199.87.252.51 - - [01/May/2012:08:26:26 +0100]
199.187.122.98 - - [01/May/2012:08:30:44 +0100]

Note the times?
This is approximately 3AM EST, and a very slow time for my websites, thus the log entries were consecutive.

Most North American widget folks are sleeping at that time.

The mid and western Euro's that I allow access to are just beginning their days (these widget folks tend be more active in the late-afternoon and evenings) with an approximate 5-6 hour difference.

Too much of a coincidence for me to dis-associate the two, however everybody knows I'm paranoid ;)
8:29 pm on July 30, 2012 (gmt 0)

Moderator This Forum from US 

WebmasterWorld Administrator keyplyr is a WebmasterWorld Top Contributor of All Time 10+ Year Member Top Contributors Of The Month

joined:Sept 26, 2001
posts:6547
votes: 115


Thanks dstiles. Didn't have the 38.99.96.0 - 38.99.99.255

I had the Silicon Valley Colo as a larger block:

64.13.128.0 - 64.13.191.255
64.13.128.0/18

And wilderness I'll keep an eye on 199.187.122.* Thanks
8:09 pm on July 31, 2012 (gmt 0)

Senior Member from GB 

WebmasterWorld Senior Member dstiles is a WebmasterWorld Top Contributor of All Time 5+ Year Member Top Contributors Of The Month

joined:May 14, 2008
posts:3121
votes: 3


wilderness - my point was that the 199.187.122.nn hit was probably not blekko itself but either someone using blekko as a search source (as is common with google and other SEs) or someone running an automated scrape, which could as easily come at that time as at any other.

Given your sassertion re: access activity times, I would opt for the former: using blekko as a scraper search source.
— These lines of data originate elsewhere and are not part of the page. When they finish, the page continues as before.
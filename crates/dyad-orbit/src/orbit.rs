//! Positions on the sky and the line-of-sight velocity shape of an orbit.
//!
//! Conventions (docs/DESIGN.md), all in one place:
//! - Offsets of the secondary from the primary: `ddec` towards North,
//!   `dra` = dRA cos(Dec) towards East, in the unit of the semi-major axis.
//! - Position angle theta from North through East: ddec = rho cos theta,
//!   dra = rho sin theta; i < 90 deg makes theta increase with time.
//! - Line of sight: z = r sin(nu + omega) sin i is the distance of the
//!   secondary behind the primary, positive away from the observer, so that
//!   the ascending node (nu + omega = 0, where z crosses zero upwards) is the
//!   node where the secondary recedes, and radial velocity (positive
//!   receding) is dz/dt. Together with (North, East) this is a left-handed
//!   frame, as usual for visual binaries.
//! - dz/dt = K (cos(nu + omega) + e cos omega) with
//!   K = 2 pi a sin i / (P sqrt(1 - e^2)) (e.g. Hilditch 2001, eq. 2.45);
//!   [`OrbitState::rv_shape`] is the bracket, so the relative velocity is
//!   `K * rv_shape` with K from [`crate::laws::relative_semi_amplitude_kms`].

use crate::elements::{CampbellElements, ThieleInnes};
use crate::error::OrbitError;
use crate::kepler::{EccentricAnomaly, KeplerSolver, Solved, GROUP, LANES};
use std::f64::consts::TAU;

/// Offset of the secondary from the primary on the sky.
#[derive(Debug, Clone, Copy, PartialEq)]
pub struct SkyOffset {
    /// dRA* = dRA cos Dec, positive towards East.
    pub dra: f64,
    /// dDec, positive towards North.
    pub ddec: f64,
}

impl SkyOffset {
    /// The offset with separation `rho` at position angle `theta_rad` (N through E).
    pub fn from_polar(rho: f64, theta_rad: f64) -> Self {
        let (s, c) = theta_rad.sin_cos();
        Self {
            dra: rho * s,
            ddec: rho * c,
        }
    }

    /// Angular separation rho.
    pub fn separation(&self) -> f64 {
        self.dra.hypot(self.ddec)
    }

    /// Position angle in [0, 2 pi), measured from North through East.
    pub fn position_angle_rad(&self) -> f64 {
        let theta = self.dra.atan2(self.ddec);
        if theta < 0.0 {
            let t = theta + TAU;
            // theta tiny negative would round to exactly 2 pi.
            if t >= TAU {
                0.0
            } else {
                t
            }
        } else {
            theta
        }
    }
}

/// Position and line-of-sight velocity shape at one epoch (one Kepler solve).
#[derive(Debug, Clone, Copy, PartialEq, Default)]
pub struct OrbitState {
    /// dRA* (East), unit of the semi-major axis.
    pub dra: f64,
    /// dDec (North), unit of the semi-major axis.
    pub ddec: f64,
    /// cos(nu + omega) + e cos omega: relative velocity over K.
    pub rv_shape: f64,
}

impl OrbitState {
    /// The sky offset part of this state.
    pub fn sky_offset(&self) -> SkyOffset {
        SkyOffset {
            dra: self.dra,
            ddec: self.ddec,
        }
    }
}

/// An orbit ready for fast evaluation: everything that depends only on the
/// elements is computed once in [`Orbit::new`] (including the Kepler
/// solver's tables: about 5 KB, ~0.3 us to build; pass it by reference).
#[derive(Debug, Clone, Copy)]
pub struct Orbit {
    elements: CampbellElements,
    thiele_innes: ThieleInnes,
    solver: KeplerSolver,
    inv_period: f64,
    sqrt_1me2: f64,
    cos_omega: f64,
    sin_omega: f64,
    e_cos_omega: f64,
}

/// 1.5 * 2^52: adding and subtracting it rounds to the nearest integer.
const ROUND_MAGIC: f64 = 6_755_399_441_055_744.0;

impl Orbit {
    /// Checks the elements ([`CampbellElements::validate`]) and precomputes.
    #[inline]
    pub fn new(el: &CampbellElements) -> Result<Self, OrbitError> {
        el.validate()?;
        let (sin_omega, cos_omega) = el.omega_rad.sin_cos();
        Ok(Self {
            elements: *el,
            thiele_innes: el.thiele_innes(),
            // `validate` checked 0 <= e < 1.
            solver: KeplerSolver::for_valid_eccentricity(el.e),
            inv_period: 1.0 / el.period_days,
            sqrt_1me2: ((1.0 - el.e) * (1.0 + el.e)).sqrt(),
            cos_omega,
            sin_omega,
            e_cos_omega: el.e * cos_omega,
        })
    }

    /// The elements this orbit was built from.
    pub fn elements(&self) -> &CampbellElements {
        &self.elements
    }

    /// The Thiele-Innes constants of this orbit.
    pub fn thiele_innes(&self) -> &ThieleInnes {
        &self.thiele_innes
    }

    /// Mean anomaly 2 pi (t - T_peri) / P at `t_jd`, reduced to [-pi, pi].
    ///
    /// The reduction is done on the phase (t - T)/P, where taking away the
    /// nearest integer is exact, so nothing is lost for any number of cycles.
    #[inline(always)]
    pub fn mean_anomaly(&self, t_jd: f64) -> f64 {
        let phase = (t_jd - self.elements.t_peri_jd) * self.inv_period;
        let cycles = (phase + ROUND_MAGIC) - ROUND_MAGIC;
        TAU * (phase - cycles)
    }

    /// The eccentric anomaly at `t_jd`.
    #[inline]
    pub fn eccentric_anomaly(&self, t_jd: f64) -> EccentricAnomaly {
        self.solver.solve_reduced(self.mean_anomaly(t_jd))
    }

    /// Offset of the secondary from the primary at `t_jd`.
    #[inline]
    pub fn sky_offset(&self, t_jd: f64) -> SkyOffset {
        let s = self.state(t_jd);
        SkyOffset {
            dra: s.dra,
            ddec: s.ddec,
        }
    }

    /// cos(nu + omega) + e cos omega at `t_jd` (relative velocity over K).
    #[inline]
    pub fn rv_shape(&self, t_jd: f64) -> f64 {
        self.state(t_jd).rv_shape
    }

    /// Position and velocity shape at `t_jd`.
    #[inline]
    pub fn state(&self, t_jd: f64) -> OrbitState {
        self.state_from_anomaly(&self.eccentric_anomaly(t_jd))
    }

    /// Position and velocity shape for a given eccentric anomaly.
    #[inline(always)]
    pub fn state_from_anomaly(&self, ea: &EccentricAnomaly) -> OrbitState {
        self.state_from_sin_cos(ea.sin_e, ea.cos_e)
    }

    /// The same from sin E and cos E (products fused with `mul_add`,
    /// exactly rounded on any processor, so every path agrees bit for bit).
    #[inline(always)]
    fn state_from_sin_cos(&self, sin_e: f64, cos_e: f64) -> OrbitState {
        let offset = self.sky_offset_from_sin_cos(sin_e, cos_e);
        OrbitState {
            dra: offset.dra,
            ddec: offset.ddec,
            rv_shape: self.rv_shape_from_sin_cos(sin_e, cos_e),
        }
    }

    /// Offset of the secondary for a given sin E and cos E, as
    /// [`Orbit::sky_offset`] computes it (for callers of
    /// [`Orbit::for_each_block`]).
    #[inline(always)]
    pub fn sky_offset_from_sin_cos(&self, sin_e: f64, cos_e: f64) -> SkyOffset {
        // Elliptic rectangular coordinates in the orbital plane (units of a).
        let x = cos_e - self.elements.e;
        let y = self.sqrt_1me2 * sin_e;
        let ti = &self.thiele_innes;
        SkyOffset {
            dra: ti.b.mul_add(x, ti.g * y),
            ddec: ti.a.mul_add(x, ti.f * y),
        }
    }

    /// cos(nu + omega) + e cos omega for a given sin E and cos E, as
    /// [`Orbit::rv_shape`] computes it.
    #[inline(always)]
    pub fn rv_shape_from_sin_cos(&self, sin_e: f64, cos_e: f64) -> f64 {
        let e = self.elements.e;
        let x = cos_e - e;
        let y = self.sqrt_1me2 * sin_e;
        // r/a = 1 - e cos E; cos nu = x / (r/a), sin nu = y / (r/a).
        let r_over_a = (-e).mul_add(cos_e, 1.0);
        x.mul_add(self.cos_omega, -(y * self.sin_omega)) / r_over_a + self.e_cos_omega
    }

    /// States at many epochs without allocation: fills `out[k]` for
    /// `times_jd[k]` with exactly the values of [`Orbit::state`]. If the
    /// slices differ in length only the common prefix is filled.
    pub fn states_into(&self, times_jd: &[f64], out: &mut [OrbitState]) {
        struct Fill<'a> {
            orbit: &'a Orbit,
            out: &'a mut [OrbitState],
        }
        impl BlockVisitor for Fill<'_> {
            #[inline(always)]
            fn visit(&mut self, first: usize, sin_e: &[f64; LANES], cos_e: &[f64; LANES]) {
                let end = (first + LANES).min(self.out.len());
                for (i, o) in self.out[first..end].iter_mut().enumerate() {
                    *o = self.orbit.state_from_sin_cos(sin_e[i], cos_e[i]);
                }
            }
        }
        let n = times_jd.len().min(out.len());
        self.for_each_block(
            &times_jd[..n],
            &mut Fill {
                orbit: self,
                out: &mut out[..n],
            },
        );
    }

    /// Solves Kepler's equation at every epoch of `times_jd`, [`LANES`]
    /// epochs at a time, and calls `visitor.visit(first, sin_e, cos_e)`
    /// once per block, `first` being the index of the block's first epoch.
    /// In the last block, lanes past the end of `times_jd` hold E = 0
    /// (sin E = 0, cos E = 1); the visitor ignores or masks them.
    ///
    /// The visitor's code is compiled into the solving loop (with AVX2 and
    /// FMA where the processor has them), so arithmetic it does lane by
    /// lane over the arrays vectorises. The solutions are those of
    /// [`Orbit::eccentric_anomaly`], bit for bit. No allocation.
    #[inline]
    pub fn for_each_block<V: BlockVisitor>(&self, times_jd: &[f64], visitor: &mut V) {
        #[cfg(target_arch = "x86_64")]
        if crate::kepler::has_avx2_fma() {
            // SAFETY: the processor has AVX2 and FMA, checked just above.
            unsafe { self.for_each_block_avx2(times_jd, visitor) };
            return;
        }
        self.for_each_block_with::<V, Portable>(times_jd, visitor);
    }

    /// [`Orbit::for_each_block`] with the solver's AVX2 kernel; the same
    /// operations in the same order, so bit for bit the same results as the
    /// portable path.
    ///
    /// # Safety
    /// The processor must have AVX2 and FMA ([`crate::kepler::has_avx2_fma`]):
    /// the body, with the AVX2 kernel inlined into it, is compiled for them.
    #[cfg(target_arch = "x86_64")]
    #[target_feature(enable = "avx2,fma")]
    unsafe fn for_each_block_avx2<V: BlockVisitor>(&self, times_jd: &[f64], visitor: &mut V) {
        self.for_each_block_with::<V, Avx2>(times_jd, visitor);
    }

    #[inline(always)]
    fn for_each_block_with<V: BlockVisitor, S: LaneSolver>(
        &self,
        times_jd: &[f64],
        visitor: &mut V,
    ) {
        let mut chunks = times_jd.chunks_exact(LANES);
        let mut first = 0;
        for tc in &mut chunks {
            let ea = S::solve_lanes(&self.solver, &self.mean_anomalies(tc));
            visitor.visit(first, &ea.sin_e, &ea.cos_e);
            first += LANES;
        }
        // The last partial block: padded with E = 0; only one group of
        // four is solved when that holds every remaining epoch.
        let rest = chunks.remainder();
        if rest.is_empty() {
            return;
        }
        let n = rest.len();
        // Lanes at and past n are set to E = 0 by a select over the whole
        // block (a copy of n lanes would be a call to memcpy).
        let keep = |solved: &[f64], pad: f64| -> [f64; LANES] {
            std::array::from_fn(|i| if i < n { solved[i] } else { pad })
        };
        let (sin_e, cos_e) = if n <= GROUP {
            let ea = S::solve_four(&self.solver, &self.mean_anomalies(rest));
            (keep(&ea.sin_e, 0.0), keep(&ea.cos_e, 1.0))
        } else {
            let ea = S::solve_lanes(&self.solver, &self.mean_anomalies(rest));
            (keep(&ea.sin_e, 0.0), keep(&ea.cos_e, 1.0))
        };
        visitor.visit(first, &sin_e, &cos_e);
    }

    /// Mean anomalies of up to L epochs, padded with M = 0.
    #[inline(always)]
    fn mean_anomalies<const L: usize>(&self, times_jd: &[f64]) -> [f64; L] {
        let mut m = [0.0; L];
        for (mi, &t) in m.iter_mut().zip(times_jd) {
            *mi = self.mean_anomaly(t);
        }
        m
    }
}

/// What [`Orbit::for_each_block`] hands each block of solutions to.
/// Implement `visit` with `#[inline(always)]`: it is then compiled into the
/// solving loop, with the vector instructions the loop is compiled for (a
/// closure would not be inlined reliably there).
pub trait BlockVisitor {
    /// Called once per block: `sin_e[i]`, `cos_e[i]` belong to epoch `first + i`.
    fn visit(&mut self, first: usize, sin_e: &[f64; LANES], cos_e: &[f64; LANES]);
}

/// The solver's two lane paths, chosen at compile time inside
/// [`Orbit::for_each_block_with`].
trait LaneSolver {
    fn solve_lanes(solver: &KeplerSolver, m: &[f64; LANES]) -> Solved<LANES>;
    fn solve_four(solver: &KeplerSolver, m: &[f64; GROUP]) -> Solved<GROUP>;
}

/// The portable lane code.
struct Portable;

impl LaneSolver for Portable {
    #[inline(always)]
    fn solve_lanes(solver: &KeplerSolver, m: &[f64; LANES]) -> Solved<LANES> {
        solver.solve_lanes(m)
    }
    #[inline(always)]
    fn solve_four(solver: &KeplerSolver, m: &[f64; GROUP]) -> Solved<GROUP> {
        solver.solve_group_of_four(m)
    }
}

/// The AVX2 kernel; only used inside functions compiled for AVX2 and FMA
/// on processors that have them.
#[cfg(target_arch = "x86_64")]
struct Avx2;

#[cfg(target_arch = "x86_64")]
impl LaneSolver for Avx2 {
    #[inline(always)]
    fn solve_lanes(solver: &KeplerSolver, m: &[f64; LANES]) -> Solved<LANES> {
        // SAFETY: `Avx2` is only used by `Orbit::for_each_block_avx2`,
        // which is compiled for AVX2 and FMA and only called where they
        // are present (checked by `Orbit::for_each_block`).
        unsafe { solver.solve_lanes_avx2(m) }
    }
    #[inline(always)]
    fn solve_four(solver: &KeplerSolver, m: &[f64; GROUP]) -> Solved<GROUP> {
        // SAFETY: as above.
        unsafe { solver.solve_group_of_four_avx2(m) }
    }
}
Either way, I don't see blekko itself being the culprit, although I could be wrong. I'd be interested to see any other evidence of association between blekko and databasebydesign.
8:16 pm on July 31, 2012 (gmt 0)

Senior Member

WebmasterWorld Senior Member wilderness is a WebmasterWorld Top Contributor of All Time 10+ Year Member Top Contributors Of The Month

joined:Nov 11, 2001
posts:5459
votes: 3


I'd be interested to see any other evidence of association between blekko and databasebydesign.


Unfortunately and in most instances, and after denying a range I no longer continue accumulating references.
4:21 am on Aug 4, 2012 (gmt 0)

Moderator This Forum from US 

WebmasterWorld Administrator keyplyr is a WebmasterWorld Top Contributor of All Time 10+ Year Member Top Contributors Of The Month

joined:Sept 26, 2001
posts:6547
votes: 115


Since denying Blekkobot/ScoutJet it now shows up every single day requesting robots.txt 20 to 30 times.

The good news is, while my pages are still listed there, all the cached copies are now gone.